Deductions under Section 80
1. Section 80C Deduction (Upto Rs. 1,00,000/-) This section has been introduced by the Finance Act 2005. Broadly speaking, this section provides deduction from the total income in respect of various investments/expenditures/payments in respect of which the earlier tax rebate u/s 88 was available. The total deduction under this section (along with section 80CCC and 80CCD) is limited to Rs. 1 lakh only.

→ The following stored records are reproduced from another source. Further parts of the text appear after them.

def unknown_reading(
    span: Span, name: str, owner: str, word: str, readings: Sequence[str], members: Sequence[str], nearest: str | None, declared: Span
) -> Diagnostic:
    """`bus.q`."""
    known = [*readings, *members]
    hint = _meant(nearest)
    if hint is None and known:
        hint = f"It has {_listed(known)}."
    if word == "node" and name in ("i", "p"):
        hint = "A node carries no current of its own; read a path's, a box's or a port's."
    return _error("unknown-reading", f"the {word} `{owner}` has no `{name}`", span, labels=_declared(declared), hint=hint)


def reading_has_no_parts(span: Span, name: str) -> Diagnostic:
    """`line.i.a` of a single wire."""
    return _error("unknown-reading", f"`{name}` is one value and has no parts", span)


def port_current_unknown(span: Span, port: str, declared: Span) -> Diagnostic:
    """Two ports joined by a bare wire."""
    headline = f"the current into `{port}` can't be told: a bare wire inside joins it to another port"
    return _error("port-current", headline, span, labels=_declared(declared), hint="Give the wire a name, then it has a current: `link: a -- b`.")


def not_a_value(span: Span, name: str, word: str, readings: Sequence[str], declared: Span) -> Diagnostic:
    """`bus` where `bus.v` is meant."""
    hint = f"Write `{name}.{readings[0]}`." if readings else None
    if word in ("function", "table"):
        hint = f"Call it: `{name}(…)`."
    return _error("not-a-value", f"`{name}` is {_a(word)}, not a value", span, labels=_declared(declared), hint=hint)


def star_misplaced(span: Span) -> Diagnostic:
    """`{*}` where one thing is asked."""
    return _error(
        "star-misplaced", "`{*}` stands for many things; here one is asked for", span, hint="Use it in `sum(…)`, `min(…)`, `max(…)` or `keep`."
    )


def nothing_selected(span: Span) -> Diagnostic:
    """A selection that matches nothing."""
    return _error("nothing-selected", f"`{span.text}` selects nothing", span)


def own_name_outside(span: Span, name: str) -> Diagnostic:
    """`v` outside an equation box."""
    meaning = {"v": "voltage", "i": "current", "p": "power"}[name]
    hint = f"Write whose {meaning} it is: `bus.{name}`." if name == "v" else f"Write whose {meaning} it is: `feeder.{name}`."
    return _error("own-name", f"`{name}` alone is a box's own {meaning} and stands in an equation in that box", span, hint=hint)


def own_name_of_domain(span: Span, name: str, across: str, through: str) -> Diagnostic:
    """`v` in a box of a shaft."""
    return _error("own-name", f"this box has no `{name}`", span, hint=f"In this island a box's own values are `{across}` and `{through}`.")


def own_name_hides(span: Span, name: str, word: str, declared: Span) -> Diagnostic:
    """A signal named `speed` beside a rotation box that reads `speed`."""
    return _error("own-name", f"`{name}` could be the box's own or the {word}", span, labels=_declared(declared), hint=f"Rename the {word}.")


def filter_variable_outside(span: Span, name: str) -> Diagnostic:
    """`s` outside `filtered by`."""
    return _error("filter-letter", f"`{name}` is the variable of a filter and stands behind `filtered by`", span)


def function_reads_outside(span: Span, name: str, word: str, declared: Span | None) -> Diagnostic:
    """A function that reads a signal."""
    headline = f"a function sees its parameters, givens, tables and functions, not the {word} `{name}`"
    return _error("function-reads", headline, span, labels=_declared(declared), hint="Hand it in as a parameter.")


def unknown_function(span: Span, name: str, nearest: str | None) -> Diagnostic:
    """`sni(x)`."""
    return _error("unknown-function", f"there is no function `{name}`", span, hint=_meant(nearest), replace=nearest)


def not_a_function(span: Span, name: str, word: str) -> Diagnostic:
    """`bus(3)`."""
    return _error("unknown-function", f"`{name}` is {_a(word)} and can't be called", span)


def device_as_value(span: Span, name: str, in_box: bool) -> Diagnostic:
    """`signal x = diode(0.8 V)`."""
    hint = f"It stands in a box: `[{name}(…)]`." if in_box else f"It is placed: `name: {name}(…)`."
    return _error("device-as-value", f"`{name}` is a device, not a function", span, hint=hint)


def argument_count(span: Span, name: str, count: int, parameters: str, declared: Span | None) -> Diagnostic:
    """`atan2(y)`."""
    given = "none" if count == 0 else str(count)
    return _error("argument-count", f"`{name}` takes ({parameters}); {given} given", span, labels=_declared(declared))


def setting_in_function(span: Span, name: str) -> Diagnostic:
    """`sin(x = 3)`."""
    return _error("setting-in-function", f"`{name}` is a function: its arguments have no names", span)


def arguments_differ(span: Span, name: str, first_span: Span, first: Quality, span_b: Span, b: Quality) -> Diagnostic:
    """`max(5 V, 3 A)`."""
    labels = (Label(first_span, describe(first)), Label(span_b, describe(b)))
    return _error("unit-mismatch", f"the arguments of `{name}` must be of one kind, not {describe(first)} and {describe(b)}", span, labels=labels)


# ---------------------------------------------------------------- units


def unit_mismatch(span: Span, operator: str, left: Span, a: Quality, right: Span, b: Quality) -> Diagnostic:
    """`12 mohm + 3 uH`."""
    act = {"+": "added", "-": "subtracted"}.get(operator, "compared")
    labels = (Label(left, describe(a)), Label(right, describe(b)))
    return _error("unit-mismatch", f"{describe(a)} and {describe(b)} can't be {act}", span, labels=labels, hint=_missing_unit(a, b))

Life Insurance Premium for individual - the policy must be in self/ spouse or any child's name. For HUF, it may be on the life of any member of the HUF. Sum paid under contract for deferred annuity for individual - on the life of self/spouse or any child . Sum deducted from salary payable to Govt Servant for securing deferred annuity for self/spouse or child payment limited to 20% of salary. Contribution made under Employee's Provident Fund Scheme. Contribution to PPF For individual, can be in the name of self/spouse, any child & for HUF, it can be in the name of any member of the family. Contribution by employee to a Recognized Provident Fund. Sum deposited in 10 year/15 year account of Post Office Saving Bank. Subscription to any notified securities/notified deposits scheme. e.g. NSS Subscription to any notified savings certificate, Unit Linked Savings certificates. e.g. NSC VIII issue. Contribution to Unit Linked Insurance Plan of LIC Mutual Fund e.g. Dhanrakhsa 1989 Contribution to notified deposit scheme/Pension fund set up by the National Housing Scheme. Certain payment made by way of installment or part payment of loan taken for purchase/construction of residential house property. The condition is that, in case the property is transferred before the expiry of 5 years from the end of the financial year in which possession of such property is obtained by him, the aggregate amount of deduction of income so allowed for various years shall be taxable in that year. Contribution to notified annuity Plan of LIC(e.g. Jeevan Dhara) or Units of UTI/notified Mutual Fund. If in respect of such contribution, deduction u/s 80CCC has been availed, then rebate u/s 88 will not be allowed. Subscription to units of a Mutual Fund notified u/s 10(23D).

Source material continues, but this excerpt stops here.